It also reminds me of the Rayovac Sportsman of a few years back but with a two stage slider instead of tailcap clicky.

If you kept reading but don't like cool white beams stop reading here. It has a pretty chilly beam but no blues, greens or other strange colors were present. Not copy paper white mind you, just a hint of yellow. 5700-6000 kelvin would be my guess. I did not detect any PWM on low using a photo of a running fan method. 

Speaking of beam, it has 3 distinct beams. One in the center for a pencil beam that throws well, a second one that has a nice bright wide spill. The third is a gentle spill that lights up to the edge of your peripherals while not killing your night adapted peripheral vision. 




Neat trick Coleman. 
The three beam trick is probably easy on the eyes in a dense forest scenario. 





The low beam is really good for 8-10 meters. 
That's a 36" round wrought iron fire pit in the photo. 





The high beam is really good for about 100-150 meters. 

If the slider switch holds up a year or two I'll be happy. It has positive detents like a vintage Bright Star but has a low/high instead of signaler/full on. And yes you can signal with this one on low. You can go from low to high if you want but that would not be ideal for stealth. The detent is stiff enough where you probably won't turn it on unless you mean to. It's likely meant for camping or an urban jungle. 

No antiroll areas or provisions for a wrist strap but the rubberized head can be sanded or ground to add flat spots and the rubberized tail cap cover should be easy to drill for a lanyard. 

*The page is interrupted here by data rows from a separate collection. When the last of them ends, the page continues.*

def test_internal_impedance_adds_what_it_holds_of_the_current() -> None:
    """At low frequency the current is even, and R' and L' of the whole length stand at the port."""
    wire = ring()
    frequency = at_sizes(wire, 0.002)
    parts = parts_of(wire, float(frequency[0]))
    line = np.full((1, len(wire.nodes)), 0.3 + 0.5j)
    bare, loaded = thin_wire.solve(wire, frequency, parts), thin_wire.solve(wire, frequency, parts, line)
    assert loaded.reactance[0] - bare.reactance[0] == pytest.approx(0.5 * wire.length.sum(), rel=1e-3)
    assert loaded.resistance[0] == pytest.approx(bare.resistance[0], rel=1e-3)


# --- boundary conditions ----------------------------------------------------------------------


def test_no_tangential_field_on_the_plane() -> None:
    """E along a perfect conductor is zero: wire and image together, below 1e-9 of the field."""
    found = solved(helix(0.8), at_sizes(helix(), 0.3), image=True)
    spot = np.random.default_rng(4).uniform(-3.0, 3.0, (60, 3)) * np.array([1.0, 1.0, 0.0])
    electric, magnetic = fields(spot, with_image(source(found)), float(found.frequency[0]))
    assert (np.abs(electric[:, :2]).max(axis=1) < 1e-9 * magnitude(electric)).all()
    assert (np.abs(magnetic[:, 2]) < 1e-9 * magnitude(magnetic)).all()


@pytest.mark.parametrize("image", [False, True], ids=["free space", "plane"])
@pytest.mark.parametrize("wire", [ring(0.52, 32, 2e-3), flat_ring(0.1, 32, 2e-3)], ids=["ring", "flat"])
def test_no_tangential_field_along_the_conductor(wire: Wire, image: bool) -> None:
    """The field by `near_field`, averaged round the surface and over each rooftop, is zero but at the port.

    There it is half of the port's volts, on either rooftop, against the current. To 0.5 % of the volts.
    """
    frequency = at_sizes(wire, 0.3)
    found = solved(wire, frequency, image)
    currents = with_image(source(found)) if image else source(found)
    node, weight = np.polynomial.legendre.leggauss(24)
    place = 0.25 * (2.0 + 3.0 * node - node**3)  # clustered at the ends, where charge steps
    weight = weight * 0.75 * (1.0 - node**2)
    first = np.cross(wire.direction, [0.3, 0.5, 0.81])
    first /= np.linalg.norm(first, axis=1)[:, None]
    second = np.cross(wire.direction, first)
    along = wire.nodes[:, None] + (wire.length[:, None] * place)[:, :, None] * wire.direction[:, None]
    total = np.zeros((len(wire.nodes), len(place)), dtype=np.complex128)
    for angle in 0.25 * np.pi * np.arange(8):
        outward = wire.radius * (1.0 + 1e-9) * (np.cos(angle) * first + np.sin(angle) * second)
        spots = along + outward[:, None]
        inside_neighbour = 1e-6  # at a joint the inner side dips into the neighbour by its bend
        spots = spots + inside_neighbour * outward[:, None]
        electric, _ = fields_outside(spots.reshape(-1, 3), currents, float(frequency[0]))
        total += (electric.reshape(*spots.shape) * wire.direction[:, None]).sum(axis=2) / 8.0
    falling = (total * weight * (1.0 - place)).sum(axis=1) * wire.length
    rising = (total * weight * place).sum(axis=1) * wire.length
    over_rooftops = falling + np.roll(rising, 1)
    volts = port_impedance(found)
    expected = np.zeros(len(wire.nodes), dtype=np.complex128)
    expected[:2] = -0.5 * volts
    assert np.abs(over_rooftops - expected).max() < 5e-3 * abs(volts)


def fields_outside(spots: Array, currents: SegmentCurrents, frequency: float) -> tuple[ComplexArray, ComplexArray]:
    """The field as of a thinner conductor with the same axis: a spot in a neighbour's bend is no error."""
    return fields(spots, replace(currents, radius=0.5 * currents.radius), frequency)


# --- reciprocity ------------------------------------------------------------------------------


@pytest.mark.parametrize("image", [False, True], ids=["free space", "plane"])
@pytest.mark.parametrize("wire", [ring(1.0), helix(1.0), spiral(0.1)], ids=["ring", "helix", "spiral"])
def test_matrix_is_symmetric(wire: Wire, image: bool) -> None:
    """Reciprocity; the real part by itself, which is a millionth of the other."""
    frequency = at_sizes(wire, 0.02, 0.4)
    matrix = impedance_matrix(frequency, parts_of(wire, float(frequency.max()), image))
    for part in (matrix.real, matrix.imag):
        asymmetry = np.abs(part - part.transpose(0, 2, 1)).max(axis=(1, 2))
        assert (asymmetry < 1e-10 * np.abs(part).max(axis=(1, 2))).all()


@pytest.mark.parametrize("image", [False, True], ids=["free space", "plane"])
@pytest.mark.parametrize("wire", [ring(1.0), helix(1.0), spiral(0.1)], ids=["ring", "helix", "spiral"])
def test_transfer_between_two_ports(wire: Wire, image: bool) -> None:
    """Reciprocity: amperes at port 2 per volt at port 1 are those at 1 per volt at 2, the chain begun at either.

    Which segment of a pair is integrated in closed form depends on where the chain begins: 1e-8 of quadrature for
    the ring; for the windings, whose own resonance is near, 1e-5.
    """
    frequency, count = at_sizes(wire, 0.1, 0.4), len(wire.nodes)
    first = solved(wire, frequency, image)
    for other in (1, 7, count // 2):
        moved = replace(wire, nodes=np.roll(wire.nodes, -other, axis=0), turn=np.roll(wire.turn, -other))
        second = solved(moved, frequency, image)
        there = 0.5 * (first.current[:, other] + first.current[:, (other + 1) % count])
        here = 0.5 * (second.current[:, count - other] + second.current[:, (count - other + 1) % count])
        forth = there / (first.resistance + 1j * first.reactance)
        back = here / (second.resistance + 1j * second.reactance)
        np.testing.assert_allclose(forth, back, rtol=1e-8 if len(set(wire.turn)) == 1 else 1e-5)


# --- symmetry ---------------------------------------------------------------------------------


@pytest.mark.parametrize("image", [False, True], ids=["free space", "plane"])
@pytest.mark.parametrize("shape", ["circle", "triangle", "square", "octagon", "24 sides", "rectangle"])
def test_current_of_a_symmetric_loop(shape: str, image: bool) -> None:
    """Equal at the same distance on both sides of the port, whose plane is the loop's mirror."""
    wire = geometry.flat(cut(SHAPES[shape], 3e-3), 1.0)
    found = solved(wire, at_sizes(wire, 0.05, 0.6), image)
    current = found.current
    mirrored = np.roll(current[:, ::-1], 2, axis=1)
    assert np.abs(mirrored - current).max() < 1e-6 * found.largest.max()


@pytest.mark.parametrize("image", [False, True], ids=["free space", "plane"])
def test_scale(image: bool) -> None:
    """All lengths times 3.7, frequencies divided by it: the same loop; only the slope counts seconds."""
    for wire in (ring(1.0), helix(1.0)):
        larger = Wire(3.7 * wire.nodes, wire.turn, 3.7 * wire.radius)
        frequency = at_sizes(wire, 0.05, 0.2, 0.8)
        assert_same(solved(larger, frequency / 3.7, image), solved(wire, frequency, image), 1e-8, 3.7)


@settings(max_examples=10, deadline=None)
@given(st.tuples(*[st.floats(-3.0, 3.0)] * 3), st.tuples(*[st.floats(-20.0, 20.0)] * 3))
def test_turned_and_moved(turn: tuple[float, ...], shift: tuple[float, ...]) -> None:
    """Free space has no direction and no place."""
    wire = ring()
    moved = replace(wire, nodes=Rotation.from_rotvec(turn).apply(wire.nodes) + np.array(shift))
    frequency = at_sizes(wire, 0.05, 0.3, 1.2)
    assert_same(solved(moved, frequency), solved(wire, frequency), 1e-8)


def test_turned_about_the_vertical_over_the_plane() -> None:
    wire = helix(0.9)
    about = Rotation.from_euler("z", 1.1).apply(wire.nodes) + np.array([5.0, -3.0, 0.0])
    frequency = at_sizes(wire, 0.05, 0.3)
    assert_same(solved(replace(wire, nodes=about), frequency, True), solved(wire, frequency, True), 1e-8)


@pytest.mark.parametrize("image", [False, True], ids=["free space", "plane"])
def test_the_other_way_round(image: bool) -> None:
    """The chain counted backwards from its port: the same loop, the current counted against the chain."""
    wire = spiral(0.3)
    nodes = np.roll(wire.nodes[::-1], 2, axis=0)
    frequency = at_sizes(wire, 0.05, 0.2)
    wanted = solved(wire, frequency, image)
    found = solved(replace(wire, nodes=nodes), frequency, image)
    backwards = replace(found, current=np.roll(found.current[:, ::-1], 2, axis=1))
    assert_same(backwards, wanted, 1e-5)


def test_a_plane_far_away_is_not_there() -> None:
    """The image's field falls as the distance: 5000 m away it moves nothing by more than 1e-3, but for the slope.

    That one counts how the echo turns with frequency, and does not fall.
    """
    frequency = at_sizes(ring(), 0.3)
    high, free = solved(ring(5000.0), frequency, image=True), solved(ring(), frequency)
    assert_same(replace(high, slope=free.slope), free, 1e-3)


def test_image_is_the_other_half_of_a_symmetric_pair() -> None:
    """Image theory: a plane between a loop and its mirror image with opposed current along it changes nothing.

    Both loops as one matrix of twice the size, built here from the distances of their Gauss points (1/R included,
    far enough apart for it), against the matrix of the image.
    """
    wire = ring(1.5, 24, 1e-4)
    frequency = at_sizes(wire, 0.3)
    k = 2.0 * np.pi * float(frequency[0]) / c
    found = impedance_matrix(frequency, (thin_wire.potentials(wire, float(frequency[0]), image=True),))[0]
    below = replace(wire, nodes=wire.nodes * np.array([1.0, 1.0, -1.0]))
    count = len(wire.nodes)
    place, weight = np.polynomial.legendre.leggauss(5)
    place, weight = 0.5 + 0.5 * place, 0.5 * weight
    spots = [(w.nodes[:, None] + place[:, None] * (w.ends - w.nodes)[:, None]).reshape(-1, 3) for w in (wire, below)]
    apart = np.linalg.norm(spots[0][:, None] - spots[1], axis=2)
    green = np.exp(-1j * k * apart) / apart
    # Every rooftop at the Gauss points: its value as a vector, its derivative as a number, times the weights.
    shapes = []
    for w in (wire, below):
        vector = np.zeros((count, count, 5, 3))
        change = np.zeros((count, count, 5))
        for m in range(count):
            vector[m, m] = (weight * (1.0 - place) * w.length[m])[:, None] * w.direction[m]
            vector[(m + 1) % count, m] = (weight * place * w.length[m])[:, None] * w.direction[m]
            change[m, m], change[(m + 1) % count, m] = -weight, weight
        shapes.append((vector.reshape(count, -1, 3), change.reshape(count, -1)))
    flow = np.einsum("map,ab,nbp->mn", shapes[0][0], green, shapes[1][0], optimize=True)
    charge = shapes[0][1] @ green @ shapes[1][1].T
    # In the image the current runs along the mirrored chain, against it: both current and charge change sign.
    wanted = -1j * mu_0 * c / (4.0 * np.pi) * (k * flow - charge / k)
    assert np.abs(found - wanted).max() < 1e-6 * np.abs(wanted).max()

I paid $15 at Wal Mart and will probably buy another next time I'm there. It's a 2018 product but is likely to be my favorite budget light this year thanks to the super throw beam and slider switch.

Edit: corrected lumen amount so instead of saying 250 lumens it says 325. The 250 is the distance it is said to reach in meters.
End this edit.


----------



## greenpondmike

I'm glad you like it bykfixer. I found a dandy by accident.


----------



## greenpondmike

I saw your 2 stage hotspot, but it seems like yours isn't as pronounced as mine. It could be a slight variation in the production run of the head. Your hotspot seems brighter than mine. The head screws off also and causes the hotspot to be less intense like a mini mag pro does as you unscrew it. The head comes completely off and you can use it for a mule. My beam seems to be a 2 stage hotspot and a 3 stage spill that gently transitions- unlike the mag beam. I wonder if it will make it out to 250 meters with those 325 lumens.
They also have a 325 meter one, but I don't remember how many lumens it is on high, but that one has a 10 lumen low. 
On the head, I think they want people to discover it on their own. It IS a feature, but they are probably shy about listing it lest Mr. Tony sues them 

This light is sure enough special.


----------



## Chess

I got a light at Home Depot...I'm not sure the name of it...it looks somewhat generic...but it actually puts out a very bright beam of light. I'm sure others here have seen them. I will try to get the details and post pics of the light output and size, but I think when I got it, it was under the name "DEFIANT"


----------



## Lynx_Arc

Chess said:


> I got a light at Home Depot...I'm not sure the name of it...it looks somewhat generic...but it actually puts out a very bright beam of light. I'm sure others here have seen them. I will try to get the details and post pics of the light output and size, but I think when I got it, it was under the name "DEFIANT"


Defiant is HDs generic brand for lights. Somewhat lackluster and cheap line of lights that are rarely mentioned around here now that they have been out for a few years and keep turning out lights that perform about like we had 10 years and 2 generations ago.


----------



## bykfixer

Welcome aboard chess. 
Defiant lights are fine and come with a good guarentee. It breaks and they replace it. I have a few. Matter of fact the one hanging by my back door is one from about 2016 that has served me well. 

Keep in mind CPF is a flashlight enthusiats site. Think "Corvette forum" and you just posted about your shiney new Toyota Prius……yet the budget section is a place for……well, the inexpensive store bought flashlight if you like.


----------



## InvisibleFrodo

I don’t know if this qualifies for a “budget” light, but there is a Milwaukee brand 2 AAA light that has what they call TRUEVIEW high definition (it’s high cri) at 100 lumens for $20. It looks to my eyes to be 5000K, very nice clean beam pattern.
Pelican brand “correct color” lights are extremely nice.
Mag lite has a line of specialt lights that includes a warm white that is great.


----------



## flatline

Chess said:


> I got a light at Home Depot...I'm not sure the name of it...it looks somewhat generic...but it actually puts out a very bright beam of light. I'm sure others here have seen them. I will try to get the details and post pics of the light output and size, but I think when I got it, it was under the name "DEFIANT"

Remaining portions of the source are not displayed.